Richard Gast, Cornell Ag Connection
— For many of the region’s maple-syrup producers, the 2012 sugaring season was unlike any they’d ever experienced. Several of the smaller producers I spoke with last year told me that it was their worst season ever. A few said it lasted literally one, or less than one week. A few didn’t even bother to tap.
According to the Department of Agriculture National Agricultural Statistics Service, syrup production in New York State decreased by more than 36 percent, from 564,000 gallons with a value of just over $22 million in 2011 to 360,000 gallons with a value of just under $12.3 million in 2012.

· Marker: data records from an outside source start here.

import { z } from 'zod';
import { isoDateTime, pageQuerySchema } from './common';

/** Outbox row states (one name everywhere: DB column, API field, console label). */
export const deliveryStatusSchema = z.enum(['pending', 'waiting-context', 'delivered', 'failed', 'discarded', 'withheld']);
export type DeliveryStatus = z.infer<typeof deliveryStatusSchema>;

/** The indices, and the tidal volume challenge an assessment may carry (one more Observation). */
export const deliveredIndexSchema = z.enum(['ppv', 'spv', 'deltaPop', 'perfusionIndex', 'tidalVolumeChallenge']);

export const deliveryQuerySchema = pageQuerySchema.extend({
  status: deliveryStatusSchema.optional(),
  destination: z.string().max(64).optional(),
  assessment: z.string().max(36).optional(),
  index: deliveredIndexSchema.optional(),
  kind: z.enum(['create', 'amend']).optional(),
  from: isoDateTime.optional(),
  to: isoDateTime.optional(),
});
export type DeliveryQuery = z.infer<typeof deliveryQuerySchema>;

export const deliverySchema = z.object({
  id: z.string(),
  assessmentId: z.string(),
  destinationId: z.string(),
  index: deliveredIndexSchema,
  /** create = the Observation; amend = its entered-in-error amendment. */
  kind: z.enum(['create', 'amend']),
  status: deliveryStatusSchema,
  /** The Observation identifier value (idempotency key). */
  identifier: z.string(),
  serverId: z.string().nullable(),
  patientRef: z.string().nullable(),
  /** The patient's name and MRN as the EHR's Patient resource gave them when the context was resolved (null before). */
  patientName: z.string().nullable(),
  patientMrn: z.string().nullable(),
  tries: z.number().int(),
  attemptCount: z.number().int(),
  nextAttemptAt: isoDateTime,
  lastHttpStatus: z.number().int().nullable(),
  lastError: z.string().nullable(),
  discardReason: z.string().nullable(),
  createdAt: isoDateTime,
  updatedAt: isoDateTime,
  deliveredAt: isoDateTime.nullable(),
});
export type Delivery = z.infer<typeof deliverySchema>;

export const deliveryAttemptSchema = z.object({
  at: isoDateTime,
  durationMs: z.number().int(),
  httpStatus: z.number().int().nullable(),
  /** created | delivered | rejected | auth | retryable | waiting-context | withheld … */
  outcome: z.string(),
  detail: z.string().nullable(),
  /** The EHR's answer (an OperationOutcome for errors), as received. */
  response: z.unknown().nullable(),
  mode: z.enum(['single', 'bundle', 'mllp']),
});
export type DeliveryAttempt = z.infer<typeof deliveryAttemptSchema>;

export const deliveryDetailSchema = deliverySchema.extend({
  /** The FHIR resource (or HL7 message) as sent, null before the first send. */
  payload: z.unknown().nullable(),
  attempts: z.array(deliveryAttemptSchema),
});
export type DeliveryDetail = z.infer<typeof deliveryDetailSchema>;

export const deliveryIdsSchema = z.object({ ids: z.array(z.string().regex(/^\d+$/)).min(1).max(500) });
export type DeliveryIds = z.infer<typeof deliveryIdsSchema>;
export const discardDeliverySchema = z.object({ reason: z.string().trim().min(3).max(500) });
export type DiscardDelivery = z.infer<typeof discardDeliverySchema>;
export const deliveryActionResultSchema = z.object({ updated: z.array(z.string()), skipped: z.array(z.object({ id: z.string(), reason: z.string() })) });
export type DeliveryActionResult = z.infer<typeof deliveryActionResultSchema>;

/** Same states as the overview: misconfigured (401/403) > paused > circuit-open > down (failing) > up. */
export const destinationStateSchema = z.enum(['up', 'paused', 'circuit-open', 'down', 'misconfigured']);
export const destinationSchema = z.object({
  id: z.string(),
  name: z.string(),
  kind: z.enum(['fhir', 'hl7v2-mllp']),
  /** Summary for the console, computed as the overview does. */
  state: destinationStateSchema,
  paused: z.boolean(),
  pausedBy: z.string().nullable(),
  circuitState: z.enum(['closed', 'open', 'half-open']),
  consecutiveFailures: z.number().int(),
  downSince: isoDateTime.nullable(),
  lastSuccessAt: isoDateTime.nullable(),
  lastError: z.string().nullable(),
  configurationError: z.string().nullable(),
  queueDepth: z.number().int(),
  waitingContext: z.number().int(),
  failed: z.number().int(),
});
export type Destination = z.infer<typeof destinationSchema>;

We had an unusually warm winter last year. I can recall a friend of mine lightheartedly calling January “March-uary.” And the month of March felt more like May. In fact, scientists at the National Oceanic and Atmospheric Administration (NOAA) said it was the warmest March on record for all of the lower 48 states (and the government has been keeping records since 1895).
Daytime high temperatures in our region ranged from the high 60s through the low 80s for weeks, shattering previous records on a nearly daily basis. Nighttime low temperatures remained where maple syrup producers would’ve liked daytime highs to have been.
Sugaring is a weather-related industry. Production hinges on the freezing nights and daytime thaws that cause sap to run. Fewer freeze-thaw days translates to fewer sap runs which, in turn, translates to less syrup being produced. Optimum sap production occurs when nighttime temperatures fall into the 20s and daytime temperatures range in the 40s, preferably with sunny skies, allowing the season to gradually transition from winter to spring.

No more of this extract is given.